Extracted information section start
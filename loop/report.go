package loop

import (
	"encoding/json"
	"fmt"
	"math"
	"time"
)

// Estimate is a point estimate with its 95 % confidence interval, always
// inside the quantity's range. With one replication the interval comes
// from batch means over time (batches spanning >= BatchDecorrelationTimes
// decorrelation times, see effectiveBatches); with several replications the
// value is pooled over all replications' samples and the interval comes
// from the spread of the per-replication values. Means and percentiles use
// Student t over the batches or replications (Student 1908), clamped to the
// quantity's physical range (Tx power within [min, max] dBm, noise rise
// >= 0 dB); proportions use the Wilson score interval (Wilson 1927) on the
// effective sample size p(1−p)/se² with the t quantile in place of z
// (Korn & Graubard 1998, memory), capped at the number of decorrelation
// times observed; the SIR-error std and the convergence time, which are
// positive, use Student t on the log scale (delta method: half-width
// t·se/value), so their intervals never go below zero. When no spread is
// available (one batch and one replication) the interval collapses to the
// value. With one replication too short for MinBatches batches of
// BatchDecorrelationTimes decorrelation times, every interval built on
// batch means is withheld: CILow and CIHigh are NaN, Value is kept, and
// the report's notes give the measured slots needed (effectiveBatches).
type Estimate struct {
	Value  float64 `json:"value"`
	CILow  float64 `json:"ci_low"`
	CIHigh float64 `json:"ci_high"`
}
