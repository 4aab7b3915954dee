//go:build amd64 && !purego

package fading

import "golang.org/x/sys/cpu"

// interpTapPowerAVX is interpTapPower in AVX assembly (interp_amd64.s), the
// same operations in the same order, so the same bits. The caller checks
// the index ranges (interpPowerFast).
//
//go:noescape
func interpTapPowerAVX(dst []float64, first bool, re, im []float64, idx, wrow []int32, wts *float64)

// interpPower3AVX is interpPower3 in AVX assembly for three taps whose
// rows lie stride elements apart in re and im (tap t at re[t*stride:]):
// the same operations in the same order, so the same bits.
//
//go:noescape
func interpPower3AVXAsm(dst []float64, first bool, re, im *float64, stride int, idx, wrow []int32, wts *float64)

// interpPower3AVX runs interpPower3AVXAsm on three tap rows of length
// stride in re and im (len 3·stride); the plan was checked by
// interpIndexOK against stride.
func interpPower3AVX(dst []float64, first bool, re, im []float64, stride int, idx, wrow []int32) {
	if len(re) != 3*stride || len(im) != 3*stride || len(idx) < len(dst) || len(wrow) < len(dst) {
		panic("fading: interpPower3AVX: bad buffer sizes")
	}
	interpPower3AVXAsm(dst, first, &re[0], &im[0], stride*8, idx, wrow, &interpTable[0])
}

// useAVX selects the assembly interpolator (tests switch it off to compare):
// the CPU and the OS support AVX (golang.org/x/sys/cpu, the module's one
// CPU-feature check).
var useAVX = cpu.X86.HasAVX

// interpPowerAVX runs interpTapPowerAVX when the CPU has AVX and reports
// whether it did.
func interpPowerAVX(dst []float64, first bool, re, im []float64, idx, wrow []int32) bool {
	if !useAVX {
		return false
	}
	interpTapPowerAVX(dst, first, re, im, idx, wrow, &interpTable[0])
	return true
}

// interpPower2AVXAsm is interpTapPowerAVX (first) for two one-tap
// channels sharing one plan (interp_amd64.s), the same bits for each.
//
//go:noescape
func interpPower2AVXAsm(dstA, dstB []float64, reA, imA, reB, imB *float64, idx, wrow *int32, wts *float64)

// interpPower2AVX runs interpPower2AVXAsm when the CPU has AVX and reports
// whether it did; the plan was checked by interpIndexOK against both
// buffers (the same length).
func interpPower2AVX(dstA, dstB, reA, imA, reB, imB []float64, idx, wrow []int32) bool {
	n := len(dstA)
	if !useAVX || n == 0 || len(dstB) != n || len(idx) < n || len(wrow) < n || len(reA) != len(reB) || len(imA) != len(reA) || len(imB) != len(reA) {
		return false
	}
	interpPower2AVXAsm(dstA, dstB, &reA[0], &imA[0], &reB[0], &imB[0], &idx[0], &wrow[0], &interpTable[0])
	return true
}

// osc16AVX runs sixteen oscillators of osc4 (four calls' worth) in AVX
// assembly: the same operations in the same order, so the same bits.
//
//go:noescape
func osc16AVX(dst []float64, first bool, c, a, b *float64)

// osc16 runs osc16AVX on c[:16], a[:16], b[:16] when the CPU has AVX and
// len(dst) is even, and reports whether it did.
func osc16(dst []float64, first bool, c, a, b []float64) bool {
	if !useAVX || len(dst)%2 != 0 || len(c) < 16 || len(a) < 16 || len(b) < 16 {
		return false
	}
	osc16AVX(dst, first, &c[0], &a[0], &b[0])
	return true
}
Extracted information section end
Task objective
Tally the lines in this data that hold the word "comes" and state only the count.

Problem solution
2